> **Prompt**:
Could you print all the entries exactly?
--*--
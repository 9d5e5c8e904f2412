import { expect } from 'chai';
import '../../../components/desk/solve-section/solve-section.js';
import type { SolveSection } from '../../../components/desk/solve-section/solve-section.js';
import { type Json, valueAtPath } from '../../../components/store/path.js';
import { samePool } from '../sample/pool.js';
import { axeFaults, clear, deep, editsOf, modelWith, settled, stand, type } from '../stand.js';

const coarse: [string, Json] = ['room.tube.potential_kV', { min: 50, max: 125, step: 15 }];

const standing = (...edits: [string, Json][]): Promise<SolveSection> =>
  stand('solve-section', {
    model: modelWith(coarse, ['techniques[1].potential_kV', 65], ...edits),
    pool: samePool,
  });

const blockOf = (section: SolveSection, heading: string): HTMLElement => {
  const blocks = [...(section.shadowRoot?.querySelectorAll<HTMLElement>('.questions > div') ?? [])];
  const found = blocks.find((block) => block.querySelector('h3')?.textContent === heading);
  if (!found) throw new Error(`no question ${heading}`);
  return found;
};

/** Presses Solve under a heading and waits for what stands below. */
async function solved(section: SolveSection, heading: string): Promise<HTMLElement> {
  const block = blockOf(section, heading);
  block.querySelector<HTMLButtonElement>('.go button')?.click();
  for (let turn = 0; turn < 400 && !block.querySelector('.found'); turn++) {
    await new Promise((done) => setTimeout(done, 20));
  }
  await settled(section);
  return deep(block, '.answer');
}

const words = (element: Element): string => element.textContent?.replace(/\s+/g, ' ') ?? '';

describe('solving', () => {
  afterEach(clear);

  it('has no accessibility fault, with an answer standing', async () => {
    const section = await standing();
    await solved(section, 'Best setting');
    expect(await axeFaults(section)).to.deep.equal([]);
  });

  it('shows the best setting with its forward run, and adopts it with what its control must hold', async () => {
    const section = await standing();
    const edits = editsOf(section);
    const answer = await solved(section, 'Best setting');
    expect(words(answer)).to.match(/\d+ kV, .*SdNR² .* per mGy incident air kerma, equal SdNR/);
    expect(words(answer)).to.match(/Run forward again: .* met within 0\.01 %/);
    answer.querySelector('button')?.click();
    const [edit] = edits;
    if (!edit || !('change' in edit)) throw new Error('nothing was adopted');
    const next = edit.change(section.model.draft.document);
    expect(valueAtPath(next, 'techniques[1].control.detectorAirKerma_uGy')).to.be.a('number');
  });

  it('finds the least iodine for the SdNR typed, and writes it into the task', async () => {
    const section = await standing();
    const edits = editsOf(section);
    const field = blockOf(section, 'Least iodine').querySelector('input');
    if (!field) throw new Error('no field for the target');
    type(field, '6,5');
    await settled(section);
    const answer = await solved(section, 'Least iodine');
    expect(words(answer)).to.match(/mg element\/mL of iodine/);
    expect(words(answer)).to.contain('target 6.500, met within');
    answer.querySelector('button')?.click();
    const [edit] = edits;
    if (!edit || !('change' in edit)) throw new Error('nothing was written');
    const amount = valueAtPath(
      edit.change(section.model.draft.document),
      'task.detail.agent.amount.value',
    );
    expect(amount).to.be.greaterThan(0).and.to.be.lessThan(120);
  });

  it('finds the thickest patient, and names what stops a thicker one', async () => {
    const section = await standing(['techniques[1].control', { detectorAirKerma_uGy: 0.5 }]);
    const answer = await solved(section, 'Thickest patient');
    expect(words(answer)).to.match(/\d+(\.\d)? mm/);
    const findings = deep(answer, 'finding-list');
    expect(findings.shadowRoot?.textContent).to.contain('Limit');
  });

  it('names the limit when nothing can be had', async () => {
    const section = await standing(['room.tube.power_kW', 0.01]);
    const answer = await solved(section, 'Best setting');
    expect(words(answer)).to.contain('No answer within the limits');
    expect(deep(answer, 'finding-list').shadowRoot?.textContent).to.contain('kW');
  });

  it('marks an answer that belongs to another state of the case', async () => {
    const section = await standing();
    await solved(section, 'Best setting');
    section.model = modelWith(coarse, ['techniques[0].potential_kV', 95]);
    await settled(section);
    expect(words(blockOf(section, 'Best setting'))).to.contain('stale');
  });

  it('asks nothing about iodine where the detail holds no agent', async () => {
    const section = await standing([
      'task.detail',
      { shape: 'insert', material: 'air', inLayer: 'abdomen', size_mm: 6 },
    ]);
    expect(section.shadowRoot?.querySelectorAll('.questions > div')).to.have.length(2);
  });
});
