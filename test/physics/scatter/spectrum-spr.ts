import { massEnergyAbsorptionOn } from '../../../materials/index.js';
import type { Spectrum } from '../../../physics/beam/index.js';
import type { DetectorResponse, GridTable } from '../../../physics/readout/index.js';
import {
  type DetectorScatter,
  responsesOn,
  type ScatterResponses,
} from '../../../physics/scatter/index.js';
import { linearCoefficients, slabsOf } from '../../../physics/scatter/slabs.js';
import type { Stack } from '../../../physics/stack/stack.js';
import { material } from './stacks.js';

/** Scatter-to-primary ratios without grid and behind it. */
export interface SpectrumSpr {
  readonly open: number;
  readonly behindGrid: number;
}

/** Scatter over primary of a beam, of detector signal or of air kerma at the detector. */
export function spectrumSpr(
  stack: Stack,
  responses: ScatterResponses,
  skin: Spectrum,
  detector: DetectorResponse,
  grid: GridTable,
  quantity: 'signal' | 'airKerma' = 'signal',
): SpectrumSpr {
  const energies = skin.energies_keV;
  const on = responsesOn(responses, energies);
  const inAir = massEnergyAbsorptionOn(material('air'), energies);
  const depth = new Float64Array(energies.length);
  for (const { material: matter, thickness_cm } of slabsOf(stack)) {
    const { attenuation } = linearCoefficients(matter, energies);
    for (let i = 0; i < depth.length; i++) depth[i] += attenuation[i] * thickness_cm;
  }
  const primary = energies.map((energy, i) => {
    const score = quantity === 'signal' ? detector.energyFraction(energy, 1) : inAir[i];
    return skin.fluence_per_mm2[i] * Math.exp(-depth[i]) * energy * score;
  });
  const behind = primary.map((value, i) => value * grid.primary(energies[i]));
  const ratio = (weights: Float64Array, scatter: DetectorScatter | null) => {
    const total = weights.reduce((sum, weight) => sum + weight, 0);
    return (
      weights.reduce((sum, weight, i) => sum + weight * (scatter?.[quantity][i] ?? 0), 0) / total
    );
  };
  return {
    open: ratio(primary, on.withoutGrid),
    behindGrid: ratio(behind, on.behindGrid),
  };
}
--*--
> **Exercise solution**:
repository 9d5e5c8e904f2412
import { expect } from 'chai';
import '../../../components/desk/solve-section/solve-section.js';
import type { SolveSection } from '../../../components/desk/solve-section/solve-section.js';
import { type Json, valueAtPath } from '../../../components/store/path.js';
import { samePool } from '../sample/pool.js';
import { axeFaults, clear, deep, editsOf, modelWith, settled, stand, type } from '../stand.js';

const coarse: [string, Json] = ['room.tube.potential_kV', { min: 50, max: 125, step: 15 }];

const standing = (...edits: [string, Json][]): Promise<SolveSection> =>
  stand('solve-section', {
    model: modelWith(coarse, ['techniques[1].potential_kV', 65], ...edits),
    pool: samePool,
  });

const blockOf = (section: SolveSection, heading: string): HTMLElement => {
  const blocks = [...(section.shadowRoot?.querySelectorAll<HTMLElement>('.questions > div') ?? [])];
  const found = blocks.find((block) => block.querySelector('h3')?.textContent === heading);
  if (!found) throw new Error(`no question ${heading}`);
  return found;
};

/** Presses Solve under a heading and waits for what stands below. */
async function solved(section: SolveSection, heading: string): Promise<HTMLElement> {
  const block = blockOf(section, heading);
  block.querySelector<HTMLButtonElement>('.go button')?.click();
  for (let turn = 0; turn < 400 && !block.querySelector('.found'); turn++) {
    await new Promise((done) => setTimeout(done, 20));
  }
  await settled(section);
  return deep(block, '.answer');
}

const words = (element: Element): string => element.textContent?.replace(/\s+/g, ' ') ?? '';

describe('solving', () => {
  afterEach(clear);

  it('has no accessibility fault, with an answer standing', async () => {
    const section = await standing();
    await solved(section, 'Best setting');
    expect(await axeFaults(section)).to.deep.equal([]);
  });

  it('shows the best setting with its forward run, and adopts it with what its control must hold', async () => {
    const section = await standing();
    const edits = editsOf(section);
    const answer = await solved(section, 'Best setting');
    expect(words(answer)).to.match(/\d+ kV, .*SdNR² .* per mGy incident air kerma, equal SdNR/);
    expect(words(answer)).to.match(/Run forward again: .* met within 0\.01 %/);
    answer.querySelector('button')?.click();
    const [edit] = edits;
    if (!edit || !('change' in edit)) throw new Error('nothing was adopted');
    const next = edit.change(section.model.draft.document);
    expect(valueAtPath(next, 'techniques[1].control.detectorAirKerma_uGy')).to.be.a('number');
  });

  it('finds the least iodine for the SdNR typed, and writes it into the task', async () => {
    const section = await standing();
    const edits = editsOf(section);
    const field = blockOf(section, 'Least iodine').querySelector('input');
    if (!field) throw new Error('no field for the target');
    type(field, '6,5');
    await settled(section);
    const answer = await solved(section, 'Least iodine');
    expect(words(answer)).to.match(/mg element\/mL of iodine/);
    expect(words(answer)).to.contain('target 6.500, met within');
    answer.querySelector('button')?.click();
    const [edit] = edits;
    if (!edit || !('change' in edit)) throw new Error('nothing was written');
    const amount = valueAtPath(
      edit.change(section.model.draft.document),
      'task.detail.agent.amount.value',
    );
    expect(amount).to.be.greaterThan(0).and.to.be.lessThan(120);
  });

  it('finds the thickest patient, and names what stops a thicker one', async () => {
    const section = await standing(['techniques[1].control', { detectorAirKerma_uGy: 0.5 }]);
    const answer = await solved(section, 'Thickest patient');
    expect(words(answer)).to.match(/\d+(\.\d)? mm/);
    const findings = deep(answer, 'finding-list');
    expect(findings.shadowRoot?.textContent).to.contain('Limit');
  });

  it('names the limit when nothing can be had', async () => {
    const section = await standing(['room.tube.power_kW', 0.01]);
    const answer = await solved(section, 'Best setting');
    expect(words(answer)).to.contain('No answer within the limits');
    expect(deep(answer, 'finding-list').shadowRoot?.textContent).to.contain('kW');
  });

  it('marks an answer that belongs to another state of the case', async () => {
    const section = await standing();
    await solved(section, 'Best setting');
    section.model = modelWith(coarse, ['techniques[0].potential_kV', 95]);
    await settled(section);
    expect(words(blockOf(section, 'Best setting'))).to.contain('stale');
  });

  it('asks nothing about iodine where the detail holds no agent', async () => {
    const section = await standing([
      'task.detail',
      { shape: 'insert', material: 'air', inLayer: 'abdomen', size_mm: 6 },
    ]);
    expect(section.shadowRoot?.querySelectorAll('.questions > div')).to.have.length(2);
  });
});
filename test/physics/scatter/spectrum-spr.ts
import { massEnergyAbsorptionOn } from '../../../materials/index.js';
import type { Spectrum } from '../../../physics/beam/index.js';
import type { DetectorResponse, GridTable } from '../../../physics/readout/index.js';
import {
  type DetectorScatter,
  responsesOn,
  type ScatterResponses,
} from '../../../physics/scatter/index.js';
import { linearCoefficients, slabsOf } from '../../../physics/scatter/slabs.js';
import type { Stack } from '../../../physics/stack/stack.js';
import { material } from './stacks.js';

/** Scatter-to-primary ratios without grid and behind it. */
export interface SpectrumSpr {
  readonly open: number;
  readonly behindGrid: number;
}

/** Scatter over primary of a beam, of detector signal or of air kerma at the detector. */
export function spectrumSpr(
  stack: Stack,
  responses: ScatterResponses,
  skin: Spectrum,
  detector: DetectorResponse,
  grid: GridTable,
  quantity: 'signal' | 'airKerma' = 'signal',
): SpectrumSpr {
  const energies = skin.energies_keV;
  const on = responsesOn(responses, energies);
  const inAir = massEnergyAbsorptionOn(material('air'), energies);
  const depth = new Float64Array(energies.length);
  for (const { material: matter, thickness_cm } of slabsOf(stack)) {
    const { attenuation } = linearCoefficients(matter, energies);
    for (let i = 0; i < depth.length; i++) depth[i] += attenuation[i] * thickness_cm;
  }
  const primary = energies.map((energy, i) => {
    const score = quantity === 'signal' ? detector.energyFraction(energy, 1) : inAir[i];
    return skin.fluence_per_mm2[i] * Math.exp(-depth[i]) * energy * score;
  });
  const behind = primary.map((value, i) => value * grid.primary(energies[i]));
  const ratio = (weights: Float64Array, scatter: DetectorScatter | null) => {
    const total = weights.reduce((sum, weight) => sum + weight, 0);
    return (
      weights.reduce((sum, weight, i) => sum + weight * (scatter?.[quantity][i] ?? 0), 0) / total
    );
  };
  return {
    open: ratio(primary, on.withoutGrid),
    behindGrid: ratio(behind, on.behindGrid),
  };
}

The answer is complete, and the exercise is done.